__WHAT IS NEEDED__
For the data below, give the number of lines in which "Confidence" occurs. Include nothing besides that number.

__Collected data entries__
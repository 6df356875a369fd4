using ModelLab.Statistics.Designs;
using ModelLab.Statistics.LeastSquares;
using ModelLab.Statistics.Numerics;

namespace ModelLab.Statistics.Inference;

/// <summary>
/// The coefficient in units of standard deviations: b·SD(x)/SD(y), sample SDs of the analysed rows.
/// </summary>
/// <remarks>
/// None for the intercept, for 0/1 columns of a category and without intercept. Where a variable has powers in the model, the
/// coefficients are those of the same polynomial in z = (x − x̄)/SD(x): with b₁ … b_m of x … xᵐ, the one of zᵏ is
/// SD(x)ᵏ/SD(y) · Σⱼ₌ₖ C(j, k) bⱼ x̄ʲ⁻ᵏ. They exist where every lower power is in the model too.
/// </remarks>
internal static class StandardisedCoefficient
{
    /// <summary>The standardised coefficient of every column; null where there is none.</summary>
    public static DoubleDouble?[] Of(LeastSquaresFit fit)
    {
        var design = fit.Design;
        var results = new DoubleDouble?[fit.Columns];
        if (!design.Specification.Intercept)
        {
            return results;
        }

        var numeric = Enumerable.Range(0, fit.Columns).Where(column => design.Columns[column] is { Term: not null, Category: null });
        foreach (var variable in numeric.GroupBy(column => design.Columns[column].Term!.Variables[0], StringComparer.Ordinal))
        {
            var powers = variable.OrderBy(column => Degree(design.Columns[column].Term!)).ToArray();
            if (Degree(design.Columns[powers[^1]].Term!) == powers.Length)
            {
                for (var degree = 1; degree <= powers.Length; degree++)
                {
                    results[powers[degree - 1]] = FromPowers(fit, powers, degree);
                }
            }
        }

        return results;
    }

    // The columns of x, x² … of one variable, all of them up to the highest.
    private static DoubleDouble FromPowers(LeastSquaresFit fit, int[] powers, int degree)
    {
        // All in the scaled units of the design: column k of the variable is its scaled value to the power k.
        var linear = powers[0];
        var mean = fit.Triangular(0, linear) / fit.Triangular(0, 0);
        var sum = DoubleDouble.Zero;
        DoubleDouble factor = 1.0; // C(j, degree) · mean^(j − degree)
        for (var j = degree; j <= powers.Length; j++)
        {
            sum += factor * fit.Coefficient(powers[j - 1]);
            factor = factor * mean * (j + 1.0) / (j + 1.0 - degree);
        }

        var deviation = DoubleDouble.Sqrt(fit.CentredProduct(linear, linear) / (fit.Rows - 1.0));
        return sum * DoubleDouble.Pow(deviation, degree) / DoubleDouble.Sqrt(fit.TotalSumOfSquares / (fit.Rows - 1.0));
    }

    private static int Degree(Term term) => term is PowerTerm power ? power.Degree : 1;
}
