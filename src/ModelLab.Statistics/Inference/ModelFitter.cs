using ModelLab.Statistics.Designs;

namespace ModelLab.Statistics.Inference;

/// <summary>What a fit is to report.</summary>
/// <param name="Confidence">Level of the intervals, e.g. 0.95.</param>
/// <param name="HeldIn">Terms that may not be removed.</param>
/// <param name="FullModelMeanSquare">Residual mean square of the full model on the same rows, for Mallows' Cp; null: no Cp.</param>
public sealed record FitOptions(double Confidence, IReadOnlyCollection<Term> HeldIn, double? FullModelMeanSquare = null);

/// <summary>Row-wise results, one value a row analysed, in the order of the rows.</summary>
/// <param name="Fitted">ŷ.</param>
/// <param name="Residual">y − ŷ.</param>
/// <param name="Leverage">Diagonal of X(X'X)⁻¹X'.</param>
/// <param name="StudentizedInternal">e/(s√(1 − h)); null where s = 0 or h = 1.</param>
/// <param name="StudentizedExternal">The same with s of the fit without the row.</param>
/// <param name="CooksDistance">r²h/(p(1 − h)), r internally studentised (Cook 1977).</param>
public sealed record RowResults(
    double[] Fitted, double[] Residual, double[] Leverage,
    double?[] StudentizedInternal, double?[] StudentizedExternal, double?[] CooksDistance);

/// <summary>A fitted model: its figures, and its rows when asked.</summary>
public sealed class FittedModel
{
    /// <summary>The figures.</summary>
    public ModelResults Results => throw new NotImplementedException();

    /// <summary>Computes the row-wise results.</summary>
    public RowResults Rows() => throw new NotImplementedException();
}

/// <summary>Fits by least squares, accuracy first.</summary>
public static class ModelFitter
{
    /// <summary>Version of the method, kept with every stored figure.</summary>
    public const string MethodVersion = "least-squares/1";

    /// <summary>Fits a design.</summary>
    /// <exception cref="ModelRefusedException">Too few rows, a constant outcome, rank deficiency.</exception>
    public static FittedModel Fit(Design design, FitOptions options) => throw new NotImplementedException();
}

__ANSWER AREA__
2